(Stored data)
★ ★ ★ ★

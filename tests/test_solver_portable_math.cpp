// solver/base/portable_math.h and portable_random.h: the portable functions against the C
// library (std::) over many random arguments, against numpy (tests/reference/
// portable_math_reference.py, Debian's python3-numpy), at their special values; the random draws
// by their moments.
#include <doctest/doctest.h>

#include <algorithm>
#include <cmath>
#include <limits>
#include <random>
#include <sstream>
#include <string>
#include <vector>

#include "solver/base/portable_math.h"
#include "solver/base/portable_random.h"
#include "tests/approx.h"

namespace {

namespace pm = kith::pm;

// Distance of a from the reference r in units in the last place of r.
double ulps(double a, long double r) {
  if (std::isnan(a) && std::isnan(double(r))) return 0.0;
  if ((long double)a == r) return 0.0;
  const double rd = std::fabs(double(r));
  const double ulp = std::nextafter(rd, std::numeric_limits<double>::infinity()) - rd;
  return double(std::fabs((long double)a - r) / (long double)ulp);
}

// Each of the C library and kith's function is within about an ulp of the true value, so they may
// be two apart.
constexpr double kAgainstLibrary = 2.0 * kith::pm::kPortableUlps;
constexpr int kSamples = 200000;

struct Case {
  const char* name;
  double (*ours)(double);
  double (*theirs)(double);
  double lo, hi;
  bool log_scale;  // arguments 10^u, u uniform in [lo, hi], either sign
};

}  // namespace

TEST_CASE("portable maths: within a few ulps of the C library over random arguments") {
  const Case cases[] = {
      {"exp", pm::exp, [](double x) { return std::exp(x); }, -745, 709, false},
      {"exp near 0", pm::exp, [](double x) { return std::exp(x); }, -2, 2, false},
      {"log", pm::log, [](double x) { return std::log(x); }, -320, 308, true},
      {"log near 1", pm::log, [](double x) { return std::log(x); }, 0.5, 2, false},
      {"log1p", pm::log1p, [](double x) { return std::log1p(x); }, -0.999, 10, false},
      {"log1p tiny", pm::log1p, [](double x) { return std::log1p(x); }, -1e-8, 1e-8, false},
      {"sin", pm::sin, [](double x) { return std::sin(x); }, -100, 100, false},
      {"sin wide", pm::sin, [](double x) { return std::sin(x); }, -4e5, 4e5, false},
      {"cos", pm::cos, [](double x) { return std::cos(x); }, -100, 100, false},
      {"atan", pm::atan, [](double x) { return std::atan(x); }, -30, 30, false},
      {"atan wide", pm::atan, [](double x) { return std::atan(x); }, -300, 300, true},
  };
  std::mt19937_64 rng(11);
  for (const Case& c : cases) {
    double worst = 0.0, at = 0.0;
    for (int i = 0; i < kSamples; ++i) {
      const double u = c.lo + (c.hi - c.lo) * kith::uniform01(rng);
      double x = c.log_scale ? std::pow(10.0, u) : u;
      if (c.log_scale && c.ours != pm::log && (rng() & 1)) x = -x;
      const double e = ulps(c.ours(x), c.theirs(x));
      if (e > worst) worst = e, at = x;
    }
    INFO(c.name << ": worst " << worst << " ulps at " << at);
    CHECK(worst <= kAgainstLibrary);
  }
  double worst2 = 0.0, worst_hypot = 0.0;
  for (int i = 0; i < kSamples; ++i) {
    const double y = -100 + 200 * kith::uniform01(rng), x = -100 + 200 * kith::uniform01(rng);
    worst2 = std::max(worst2, ulps(pm::atan2(y, x), std::atan2(y, x)));
    worst_hypot = std::max(worst_hypot, ulps(pm::hypot(y, x), std::hypot(y, x)));
  }
  CHECK(worst2 <= kAgainstLibrary);
  CHECK(worst_hypot <= kAgainstLibrary);
  // pow is exp(y log x): its error grows with |y log x| (see the header: 2 + 3 |y log x| ulps).
  double worst_pow = 0.0;
  for (int i = 0; i < kSamples; ++i) {
    const double x = kith::uniform01(rng), y = -8 + 16 * kith::uniform01(rng);
    worst_pow = std::max(worst_pow, ulps(pm::pow(x, y), std::pow(x, y)) / (kAgainstLibrary + 3.0 * std::abs(y * std::log(x))));
  }
  CHECK(worst_pow <= 1.0);
}

TEST_CASE("portable maths: cbrt within an ulp of a long-double reference (glibc's cbrt is off by up to 4)") {
  std::mt19937_64 rng(12);
  double worst = 0.0;
  for (int i = 0; i < kSamples; ++i) {
    const double x = std::pow(10.0, -300 + 600 * kith::uniform01(rng)) * ((rng() & 1) ? -1.0 : 1.0);
    worst = std::max(worst, ulps(pm::cbrt(x), cbrtl((long double)x)));
  }
  CHECK(worst <= 1.0);
  // subnormal arguments are scaled first
  const double tiny = 4e-320;  // the double nearest (few bits: subnormal), not the decimal
  CHECK(ulps(pm::cbrt(tiny), cbrtl((long double)tiny)) <= 1.0);
}

TEST_CASE("portable maths: special values") {
  const double inf = std::numeric_limits<double>::infinity(), nan = std::numeric_limits<double>::quiet_NaN();
  CHECK(pm::exp(0.0) == 1.0);
  CHECK(pm::exp(710.0) == inf);
  CHECK(pm::exp(-746.0) == 0.0);
  CHECK(pm::exp(-inf) == 0.0);
  CHECK(pm::exp(-744.0) > 0.0);  // subnormal result
  CHECK(std::isnan(pm::exp(nan)));
  CHECK(pm::log(1.0) == 0.0);
  CHECK(pm::log(0.0) == -inf);
  CHECK(pm::log(inf) == inf);
  CHECK(std::isnan(pm::log(-1.0)));
  CHECK(ulps(pm::log(4.9406564584124654e-324), std::log(4.9406564584124654e-324)) <= 1.0);
  CHECK(pm::log1p(-1.0) == -inf);
  CHECK(pm::log1p(1e-300) == 1e-300);
  CHECK(pm::pow(0.0, 2.0) == 0.0);
  CHECK(pm::pow(2.0, 0.0) == 1.0);
  CHECK(std::isnan(pm::pow(-2.0, 0.5)));
  CHECK(pm::sin(0.0) == 0.0);
  CHECK(pm::cos(0.0) == 1.0);
  CHECK(std::isnan(pm::sin(inf)));
  CHECK(pm::atan2(0.0, 1.0) == 0.0);
  CHECK(std::signbit(pm::atan2(-0.0, 1.0)));
  CHECK(pm::atan2(0.0, -1.0) == doctest::Approx(3.141592653589793).epsilon(1e-16));
  CHECK(pm::atan2(1.0, 0.0) == doctest::Approx(1.5707963267948966).epsilon(1e-16));
  CHECK(pm::atan2(-1.0, -0.0) == doctest::Approx(-1.5707963267948966).epsilon(1e-16));
  CHECK(pm::atan(inf) == doctest::Approx(1.5707963267948966).epsilon(1e-16));
  CHECK(pm::cbrt(-27.0) == -3.0);
  CHECK(pm::cbrt(0.0) == 0.0);
  CHECK(pm::hypot(3.0, 4.0) == 5.0);
  CHECK(pm::hypot(3e200, 4e200) == doctest::Approx(5e200).epsilon(1e-15));
  CHECK(pm::hypot(3e-200, 4e-200) == doctest::Approx(5e-200).epsilon(1e-15));
  CHECK(pm::hypot(-inf, nan) == inf);
}

TEST_CASE("portable maths: within a few ulps of numpy") {
  if (!kith::test::reference_python_available()) return;
  const std::string out = kith::test::run_reference("portable_math_reference.py", "20000 5");
  std::istringstream in(out);
  std::string name;
  size_t lines = 0;
  double worst = 0.0, worst_pow = 0.0;
  std::string worst_name;
  while (in >> name) {
    double x, y = 0.0, r;
    const bool two = name == "atan2" || name == "hypot" || name == "pow";
    in >> x;
    if (two) in >> y;
    in >> r;
    REQUIRE(in);
    ++lines;
    double ours;
    if (name == "exp") ours = pm::exp(x);
    else if (name == "log") ours = pm::log(x);
    else if (name == "log1p") ours = pm::log1p(x);
    else if (name == "sin") ours = pm::sin(x);
    else if (name == "cos") ours = pm::cos(x);
    else if (name == "atan") ours = pm::atan(x);
    else if (name == "cbrt") ours = pm::cbrt(x);
    else if (name == "atan2") ours = pm::atan2(x, y);
    else if (name == "hypot") ours = pm::hypot(x, y);
    else if (name == "pow") ours = pm::pow(x, y);
    else FAIL("unknown function " << name);
    const double e = ulps(ours, r);
    if (name == "pow") {
      worst_pow = std::max(worst_pow, e / (kAgainstLibrary + 3.0 * std::abs(y * std::log(x))));
    } else if (e > worst) {
      worst = e;
      worst_name = name;
    }
  }
  CHECK(lines == 10 * 20000);
  INFO("worst: " << worst << " ulps (" << worst_name << ")");
  CHECK(worst <= kAgainstLibrary);
  CHECK(worst_pow <= 1.0);
}

TEST_CASE("portable random: uniform, below, normal and shuffle by their moments") {
  std::mt19937_64 rng(21);
  constexpr int kDraws = 200000;
  double s = 0, s2 = 0;
  for (int i = 0; i < kDraws; ++i) {
    const double u = kith::uniform01(rng);
    REQUIRE(u >= 0.0);
    REQUIRE(u < 1.0);
    s += u, s2 += u * u;
  }
  // mean 1/2 and variance 1/12; 5 standard errors
  CHECK(std::abs(s / kDraws - 0.5) < 5 * std::sqrt(1.0 / 12 / kDraws));
  CHECK(std::abs(s2 / kDraws - (s / kDraws) * (s / kDraws) - 1.0 / 12) < 1e-3);
  std::vector<int> counts(7, 0);
  for (int i = 0; i < kDraws; ++i) ++counts[size_t(kith::below(rng, 7))];
  double chi2 = 0;
  for (int c : counts) chi2 += (c - kDraws / 7.0) * (c - kDraws / 7.0) / (kDraws / 7.0);
  CHECK(chi2 < 22.5);  // chi-square, 6 degrees of freedom, p = 0.001
  CHECK(kith::below(rng, 1) == 0);
  s = s2 = 0;
  double s4 = 0;
  for (int i = 0; i < kDraws; ++i) {
    const double z = kith::normal(rng, 3.0, 2.0);
    s += z, s2 += (z - 3) * (z - 3), s4 += (z - 3) * (z - 3) * (z - 3) * (z - 3);
  }
  CHECK(std::abs(s / kDraws - 3.0) < 5 * 2.0 / std::sqrt(kDraws));
  CHECK(std::abs(s2 / kDraws - 4.0) < 0.05);
  CHECK(std::abs(s4 / kDraws / 16.0 - 3.0) < 0.1);  // kurtosis of a normal
  std::vector<int> v(10);
  for (int i = 0; i < 10; ++i) v[size_t(i)] = i;
  std::vector<int> first_place(10, 0);
  for (int t = 0; t < 20000; ++t) {
    std::vector<int> w = v;
    kith::shuffle(w.begin(), w.end(), rng);
    std::vector<int> sorted = w;
    std::sort(sorted.begin(), sorted.end());
    REQUIRE(sorted == v);
    ++first_place[size_t(w[0])];
  }
  for (int c : first_place) CHECK(std::abs(c - 2000) < 5 * std::sqrt(2000.0));
}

★ ★ ★ ★

EXERCISE PROMPT: Look through the entries above, and wherever a line holds the string "below", copy it.

TASK ANSWER:
TEST_CASE("portable random: uniform, below, normal and shuffle by their moments") {
  for (int i = 0; i < kDraws; ++i) ++counts[size_t(kith::below(rng, 7))];
  CHECK(kith::below(rng, 1) == 0);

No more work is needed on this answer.